Threshold for open connections


 
Thread Tools Search this Thread
Top Forums UNIX for Advanced & Expert Users Threshold for open connections
# 1  
Old 05-30-2012
Threshold for open connections

Hey guys,

We've been having issues on one of our CentOS 6 servers and one of the java programs that runs on it. As the software hasn't caused issues in the past, I'm wondering if its a problem with the CentOS server.

Basically, the software drops it's tcp connection and won't reconnect, timing out on each occasion. I'm wondering if the number of open tcp connections on the server has exceeded a limit ? Where would a tcp limit be held ? I've had a look at /proc/sys/net/core/somaxconn and the limit in there is 128 (which seems quite low although is the default on our other 5 CentOS boxes with no issues) - would this benefit from being increased ? Also, anyone any ideas on what else I could check ? I've had a look in the /etc/sysctl.conf and there's nothing in there that relates to any incoming connection limit.
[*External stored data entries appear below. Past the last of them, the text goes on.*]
import type { TemperatureUnit } from "../log-files/recipe";

/**
 * Temperature. Stored as °C. 0 °C is 273.15 K and 32 °F exactly; a difference of 1 K is 1.8 °F.
 * Example: 44 °F = 6.666667 °C.
 */
export const KELVIN_AT_0_C = 273.15;

/** `value` in `unit` as °C. NaN stays NaN. */
export function toCelsius(value: number, unit: TemperatureUnit): number {
  if (unit === "degC") return value;
  if (unit === "degF") return (value - 32) / 1.8;
  return value - KELVIN_AT_0_C;
}

/** `temperatureC` in `unit`. */
export function fromCelsius(temperatureC: number, unit: TemperatureUnit): number {
  if (unit === "degC") return temperatureC;
  if (unit === "degF") return temperatureC * 1.8 + 32;
  return temperatureC + KELVIN_AT_0_C;
}

/** A difference in `unit` as K: no offset, only the size of the degree. */
export function differenceToKelvin(value: number, unit: TemperatureUnit): number {
  return unit === "degF" ? value / 1.8 : value;
}

/** A difference in K as degrees of `unit`. */
export function differenceFromKelvin(differenceK: number, unit: TemperatureUnit): number {
  return unit === "degF" ? differenceK * 1.8 : differenceK;
}

/** Converts a whole column to °C in place and returns it. NaN stays NaN. */
export function columnToCelsius(column: Float64Array, unit: TemperatureUnit): Float64Array {
  if (unit === "degF") {
    for (let i = 0; i < column.length; i++) column[i] = (column[i]! - 32) / 1.8;
  } else if (unit === "K") {
    for (let i = 0; i < column.length; i++) column[i] = column[i]! - KELVIN_AT_0_C;
  }
  return column;
}
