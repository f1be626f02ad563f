import type { FlowUnit } from "../log-files/recipe";

/**
 * Volume flow. Stored as m³/h; every factor below is exact by definition.
 *
 * The US gallon is 231 cubic inches and the inch is 25.4 mm (NIST SP 811, appendix B.8), so
 * 1 gal = 3.785411784 L and 1 gpm = 0.22712470704 m³/h. Example: 100 US gpm = 22.712470704 m³/h.
 */
export const LITRES_PER_US_GALLON = 3.785411784;
export const M3_PER_HOUR_PER_US_GPM = (LITRES_PER_US_GALLON * 60) / 1000;

export const M3_PER_HOUR_PER: Readonly<Record<FlowUnit, number>> = {
  "m3/h": 1,
  "L/s": 3.6,
  "L/min": 0.06,
  "US gpm": M3_PER_HOUR_PER_US_GPM,
  "L/h": 0.001,
};

/** `value` in `unit` as m³/h. NaN stays NaN. */
export function toM3PerHour(value: number, unit: FlowUnit): number {
  return value * M3_PER_HOUR_PER[unit];
}

/** `flowM3PerHour` in `unit`. */
export function fromM3PerHour(flowM3PerHour: number, unit: FlowUnit): number {
  return flowM3PerHour / M3_PER_HOUR_PER[unit];
}

/** Converts a whole column to m³/h in place and returns it. NaN stays NaN. */
export function columnToM3PerHour(column: Float64Array, unit: FlowUnit): Float64Array {
  const factor = M3_PER_HOUR_PER[unit];
  if (factor !== 1) for (let i = 0; i < column.length; i++) column[i] = column[i]! * factor;
  return column;
}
Much thanks in advance for any help, it's driving me crazy! Smilie

Jim
# 2  
Old 05-30-2012
Depending on the type of network connection (i suppose TCP/IP?) there are a few limits, but i doubt that you have hit them:

A normal TCP connection (say, a telnet session) is done via a "virtual channel": while it is establishing a "socket" (this is a Layer-4 addressing device, an IP-address [=layer-3] combined with a port number [=layer-4]) connection is defined via which all the communication is done. The communication runs from host-aSmilieort-x to host-bSmilieort-y and vice versa. Once the session is closed this socket connection is decomposed and the used ports are released and ready to be used again.
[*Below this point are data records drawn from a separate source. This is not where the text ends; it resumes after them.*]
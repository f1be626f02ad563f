import { LITRES_PER_US_GALLON } from "./flow";

/**
 * Length, speed, area, volume and pressure, all exact by definition: inch 25.4 mm, foot 0.3048 m,
 * pound-force 4.4482216152605 N (NIST SP 811, appendix B.8). Stored as mm, m/s, m², m³ and MPa.
 */
export type LengthUnit = "mm" | "in" | "m" | "ft";
export type SpeedUnit = "m/s" | "ft/s";
export type AreaUnit = "m2" | "ft2";
export type VolumeUnit = "m3" | "L" | "US gal" | "ft3";
export type PressureUnit = "MPa" | "bar" | "kPa" | "psi";

export const MM_PER: Readonly<Record<LengthUnit, number>> = { mm: 1, in: 25.4, m: 1000, ft: 304.8 };
export const M_PER_S_PER: Readonly<Record<SpeedUnit, number>> = { "m/s": 1, "ft/s": 0.3048 };
export const M2_PER: Readonly<Record<AreaUnit, number>> = { m2: 1, ft2: 0.3048 * 0.3048 };
export const M3_PER: Readonly<Record<VolumeUnit, number>> = {
  m3: 1,
  L: 0.001,
  "US gal": LITRES_PER_US_GALLON / 1000,
  ft3: 0.3048 ** 3,
};
export const MPA_PER: Readonly<Record<PressureUnit, number>> = {
  MPa: 1,
  bar: 0.1,
  kPa: 0.001,
  psi: 4.4482216152605 / (25.4 * 25.4),
};

export function toMm(value: number, unit: LengthUnit): number {
  return value * MM_PER[unit];
}

export function fromMm(lengthMm: number, unit: LengthUnit): number {
  return lengthMm / MM_PER[unit];
}

export function toMetresPerSecond(value: number, unit: SpeedUnit): number {
  return value * M_PER_S_PER[unit];
}

export function fromMetresPerSecond(speedMPerS: number, unit: SpeedUnit): number {
  return speedMPerS / M_PER_S_PER[unit];
}

export function toM3(value: number, unit: VolumeUnit): number {
  return value * M3_PER[unit];
}

export function fromM3(volumeM3: number, unit: VolumeUnit): number {
  return volumeM3 / M3_PER[unit];
}

export function toMPa(value: number, unit: PressureUnit): number {
  return value * MPA_PER[unit];
}

export function fromMPa(pressureMPa: number, unit: PressureUnit): number {
  return pressureMPa / MPA_PER[unit];
}
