import { displayUnits, fromDisplay, toDisplay } from "./display-units";
import { fromKw, KW_PER, toKwh } from "./energy-and-power";
import { columnToM3PerHour, toM3PerHour } from "./flow";
import { columnToStoredUnit, toStoredScale } from "../log-files/column-units";
import { fromMm, toMPa } from "./size-and-pressure";
import { columnToCelsius, differenceToKelvin, toCelsius } from "./temperature";

// NIST SP 811, appendix B.8: gallon 231 in³, Btu(IT) 1055.056 J, ton of refrigeration 288 000 Btu/day.
test("a US gallon a minute is 0.227125 m³/h and a hundred are 6.30902 L/s", () => {
  expect(toM3PerHour(1, "US gpm")).toBeCloseTo(0.227124707, 9);
  expect(toM3PerHour(100, "US gpm") / 3.6).toBeCloseTo(6.30902, 5);
  expect(toM3PerHour(8, "L/s")).toBe(28.8);
  expect(toM3PerHour(500, "L/min")).toBe(30);
});

test("a ton of refrigeration is 3.51685 kW and 12 MBH", () => {
  expect(KW_PER.ton).toBeCloseTo(3.51685, 5);
  expect(fromKw(KW_PER.ton, "MBH")).toBeCloseTo(12, 12);
  expect(toKwh(3.6, "MJ")).toBeCloseTo(1, 12);
  expect(toKwh(1, "kBtu")).toBeCloseTo(0.293071, 6);
});

test("degrees Fahrenheit lose their offset only where they are temperatures", () => {
  expect([32, 44, 212].map((f) => toCelsius(f, "degF"))).toEqual([0, 12 / 1.8, 100]);
  expect(differenceToKelvin(9, "degF")).toBe(5);
  expect(toCelsius(273.15, "K")).toBe(0);
});

test("columns convert as single values do and keep their holes", () => {
  expect([...columnToM3PerHour(new Float64Array([10, NaN]), "US gpm")]).toEqual([
    toM3PerHour(10, "US gpm"),
    NaN,
  ]);
  expect([...columnToCelsius(new Float64Array([50, NaN]), "degF")]).toEqual([10, NaN]);
});

test("a size in inches and a pressure in psi come back as millimetres and megapascals", () => {
  expect(fromMm(114.3, "in")).toBeCloseTo(4.5, 12);
  expect(toMPa(14.6959488, "psi")).toBeCloseTo(0.101325, 8);
});

test("what an account types in its own units is stored as it was before", () => {
  for (const system of ["si", "inchPound"] as const) {
    for (const unit of Object.values(displayUnits(system))) {
      expect(fromDisplay(toDisplay(12.34, unit), unit)).toBeCloseTo(12.34, 9);
    }
  }
  expect(toDisplay(6.666667, displayUnits("inchPound").temperature)).toBeCloseTo(44, 5);
  expect(toDisplay(100, displayUnits("inchPound").flow)).toBeCloseTo(440.2868, 4);
});

// NIST SP 811, appendix B.8: Btu(IT) 1055.056 J, gallon 231 in³, cubic foot 0.02831685 m³.
test("a meter's power and counters come to kW, m³ and kWh by the published factors", () => {
  expect(toStoredScale(1, "MBH")).toBeCloseTo(0.2930711, 7);
  expect(toStoredScale(1, "ton")).toBeCloseTo(3.516853, 6);
  expect([toStoredScale(2, "MW"), toStoredScale(2000, "W")]).toEqual([2000, 2]);
  expect(toStoredScale(1, "ft3")).toBeCloseTo(0.02831685, 8);
  expect(toStoredScale(1, "US gal")).toBeCloseTo(0.003785412, 9);
  expect(toStoredScale(3.6, "GJ")).toBeCloseTo(1000, 9);
  expect(toStoredScale(1, "MMBtu")).toBeCloseTo(293.0711, 4);
  expect(toStoredScale(1, "kBtu")).toBeCloseTo(0.2930711, 7);
  const litres = Float64Array.of(1000, NaN);
  expect([...columnToStoredUnit(litres, "L")]).toEqual([1, NaN]);
  expect([...litres]).toEqual([1000, NaN]);
});
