import { KW_PER, KWH_PER } from "./energy-and-power";
import { M3_PER_HOUR_PER_US_GPM } from "./flow";
import { M2_PER, M3_PER, M_PER_S_PER, MM_PER, MPA_PER } from "./size-and-pressure";

/**
 * Which unit an account sees for each quantity. Stored values never change: what is shown is
 * `stored × factor + offset`, what is typed becomes `(typed − offset) ÷ factor`.
 */
export type UnitSystem = "si" | "inchPound";

export type Quantity =
  | "flow"
  | "velocity"
  | "temperature"
  | "temperatureDifference"
  | "heatingPower"
  | "coolingPower"
  | "heatingEnergy"
  | "coolingEnergy"
  | "volume"
  | "pipeSize"
  | "distance"
  | "floorArea"
  | "pressure"
  | "volumePerEnergy";

export interface DisplayUnit {
  /** As written beside the value. */
  readonly unit: string;
  /** Unit of the stored value. */
  readonly storedUnit: string;
  readonly factor: number;
  readonly offset: number;
}

function shown(unit: string, storedUnit: string, factor = 1, offset = 0): DisplayUnit {
  return { unit, storedUnit, factor, offset };
}

const SI: Readonly<Record<Quantity, DisplayUnit>> = {
  flow: shown("m³/h", "m³/h"),
  velocity: shown("m/s", "m/s"),
  temperature: shown("°C", "°C"),
  temperatureDifference: shown("K", "K"),
  heatingPower: shown("kW", "kW"),
  coolingPower: shown("kW", "kW"),
  heatingEnergy: shown("kWh", "kWh"),
  coolingEnergy: shown("kWh", "kWh"),
  volume: shown("m³", "m³"),
  pipeSize: shown("mm", "mm"),
  distance: shown("m", "m"),
  floorArea: shown("m²", "m²"),
  pressure: shown("bar", "MPa", 1 / MPA_PER.bar),
  volumePerEnergy: shown("L/kWh", "m³/kWh", 1000),
};

/** Cooling is counted in tons and ton-hours, heating in thousands of Btu, as the trade does. */
const INCH_POUND: Readonly<Record<Quantity, DisplayUnit>> = {
  flow: shown("US gpm", "m³/h", 1 / M3_PER_HOUR_PER_US_GPM),
  velocity: shown("ft/s", "m/s", 1 / M_PER_S_PER["ft/s"]),
  temperature: shown("°F", "°C", 1.8, 32),
  temperatureDifference: shown("°F", "K", 1.8),
  heatingPower: shown("MBH", "kW", 1 / KW_PER.MBH),
  coolingPower: shown("ton", "kW", 1 / KW_PER.ton),
  heatingEnergy: shown("kBtu", "kWh", 1 / KWH_PER.kBtu),
  coolingEnergy: shown("ton-h", "kWh", 1 / KWH_PER["ton-h"]),
  volume: shown("US gal", "m³", 1 / M3_PER["US gal"]),
  pipeSize: shown("in", "mm", 1 / MM_PER.in),
  distance: shown("ft", "m", 1000 / MM_PER.ft),
  floorArea: shown("ft²", "m²", 1 / M2_PER.ft2),
  pressure: shown("psi", "MPa", 1 / MPA_PER.psi),
  volumePerEnergy: shown("gal/ton-h", "m³/kWh", KWH_PER["ton-h"] / M3_PER["US gal"]),
};

export function displayUnits(system: UnitSystem): Readonly<Record<Quantity, DisplayUnit>> {
  return system === "si" ? SI : INCH_POUND;
}

/** A stored value as shown. */
export function toDisplay(stored: number, unit: DisplayUnit): number {
  return stored * unit.factor + unit.offset;
}

/** A typed value as stored. */
export function fromDisplay(typed: number, unit: DisplayUnit): number {
  return (typed - unit.offset) / unit.factor;
}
So, in a way, the number of available ports are a limiting factor, but as they are 16-bit numbers (1-65535) this isn't all to imposing.
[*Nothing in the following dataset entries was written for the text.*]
function Section(props: {
  title: string;
  checks?: readonly Verdict["check"][];
  section: SectionProps;
  children: React.ReactNode;
}) {
  const { title, checks, section } = props;
  return (
    <Card label={title}>
      <View style={{ gap: 14 }}>
        <Text variant="heading">{title}</Text>
        {props.children}
        {checks && section.found ? (
          <VerdictList verdicts={section.found.verdicts} format={section.format} of={checks} live />
        ) : null}
      </View>
    </Card>
  );
}

type NumberKey = {
  [Key in keyof InstallationValues]: InstallationValues[Key] extends number | null ? Key : never;
}[keyof InstallationValues];

/** Wiring of one number of the form. */
function numberOf(
  { values, onChange, onReadable, error }: SectionProps,
  key: NumberKey,
  path: string,
) {
  return {
    value: values[key],
    error: error(path),
    onChange: (value: number | null, readable: boolean) => {
      onChange({ [key]: value });
      onReadable(key, readable);
    },
  };
}

export function TimeSection(props: SectionProps) {
  const t = useWords("installation");
  const { values, onChange, error } = props;
  return (
    <Section title={t("time.title")} section={props}>
      <Text tone="ink2">{t("time.lead")}</Text>
      <FieldRow>
        <DateField
          label={t("time.startDate")}
          value={values.startDate}
          onChange={(startDate) => onChange({ startDate })}
          error={error("startsAt")}
          required
        />
        <TextField
          label={t("time.startTime")}
          hint={t("time.timeHint")}
          value={values.startTime}
          onChange={(startTime) => onChange({ startTime })}
          asRead
          autoComplete="off"
        />
        <DateField
          label={t("time.endDate")}
          hint={t("time.endHint")}
          value={values.endDate}
          onChange={(endDate) => onChange({ endDate })}
          error={error("endsAt")}
        />
        <TextField
          label={t("time.endTime")}
          value={values.endTime}
          onChange={(endTime) => onChange({ endTime })}
          asRead
          autoComplete="off"
        />
      </FieldRow>
      <Caution>{t("caution.open")}</Caution>
    </Section>
  );
}

export function PipeSection(props: SectionProps & { readonly correction: React.ReactNode }) {
  const t = useWords("installation");
  const { values, onChange, error, format, found } = props;
  const mm = { format, quantity: "pipeSize" } as const;
  const wallsWrong = readWalls(values.walls) === null ? t("pipe.wallsUnreadable") : null;
  const bore = found?.bore ?? null;
  const size = (value: number) => format.number(format.toDisplay(value, "pipeSize"), 4);
  return (
    <Section title={t("pipe.title")} section={props} checks={["bore"]}>
      <Caution>{t("caution.pipe")}</Caution>
      <Caution>{t("caution.lagging")}</Caution>
      <FieldRow>
        <MeasureField
          {...mm}
          label={t("pipe.circumference")}
          hint={t("pipe.circumferenceHint")}
          min={45}
          max={4100}
          {...numberOf(props, "circumferenceMm", "pipe/circumferenceMm")}
        />
        <MeasureField
          {...mm}
          label={t("pipe.outside")}
          hint={t("pipe.outsideHint")}
          min={15}
          max={1300}
          {...numberOf(props, "outsideDiameterMm", "pipe/outsideDiameterMm")}
        />
      </FieldRow>
      <TextField
        label={t("pipe.walls")}
        hint={t("pipe.wallsHint")}
        value={values.walls}
        onChange={(walls) => onChange({ walls })}
        error={wallsWrong ?? error("pipe/wallReadingsMm")}
        asRead
        autoComplete="off"
      />
      <FieldRow>
        <MeasureField
          {...mm}
          label={t("pipe.lining")}
          min={0}
          max={25}
          {...numberOf(props, "liningMm", "pipe/liningMm")}
        />
        <MeasureField
          {...mm}
          label={t("pipe.outsideUncertainty")}
          min={0.01}
          max={10}
          {...numberOf(props, "outsideUncertaintyMm", "pipe/outsideDiameterUncertaintyMm")}
        />
        <MeasureField
          {...mm}
          label={t("pipe.gaugeUncertainty")}
          min={0.001}
          max={2}
          {...numberOf(props, "gaugeUncertaintyMm", "pipe/gaugeUncertaintyMm")}
        />
      </FieldRow>
      <FieldRow>
        <WorkedOutField
          label={t("pipe.bore")}
          value={bore ? size(bore.insideDiameterMm) : null}
          unit={format.unit("pipeSize").unit}
          hint={
            bore
              ? t("pipe.boreHint", {
                  outside: format.withUnit(bore.outsideDiameterMm, "pipeSize", 4),
                  wall: format.withUnit(bore.wallMeanMm, "pipeSize", 3),
                  uncertainty: format.withUnit(2 * bore.uncertaintyMm, "pipeSize", 2),
                })
              : undefined
          }
        />
        <MeasureField
          {...mm}
          label={t("pipe.entered")}
          hint={t("pipe.enteredHint")}
          min={10}
          max={1300}
          {...numberOf(props, "enteredBoreMm", "enteredBoreMm")}
        />
      </FieldRow>
      {props.correction}
    </Section>
  );
}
Another limit is the available memory. Some OSes have tuning options how much memory i set aside for various aspects of the networking stack (for instance TCP reassemble buffers), but i don't know how this is done in Linux, just that this exists. Hopefully someone more knowledgeable regarding Linux than me will fill in this gap.

Still, modern systems on modern networks usually have enough memory to handle the network with ease. While this should be investigated (to make sure the problem doesn't sit there) it is rather unlikely that this is the problem.

What might be a problem is: if the application runs under a normal UID it might lack the necessary ulimits?

What does the application do when it drops the sessions? Does it throw a coredump or does it close normally or does it still run? What do you have to do to revive the system? Reboot? Restart of the application? Just wait?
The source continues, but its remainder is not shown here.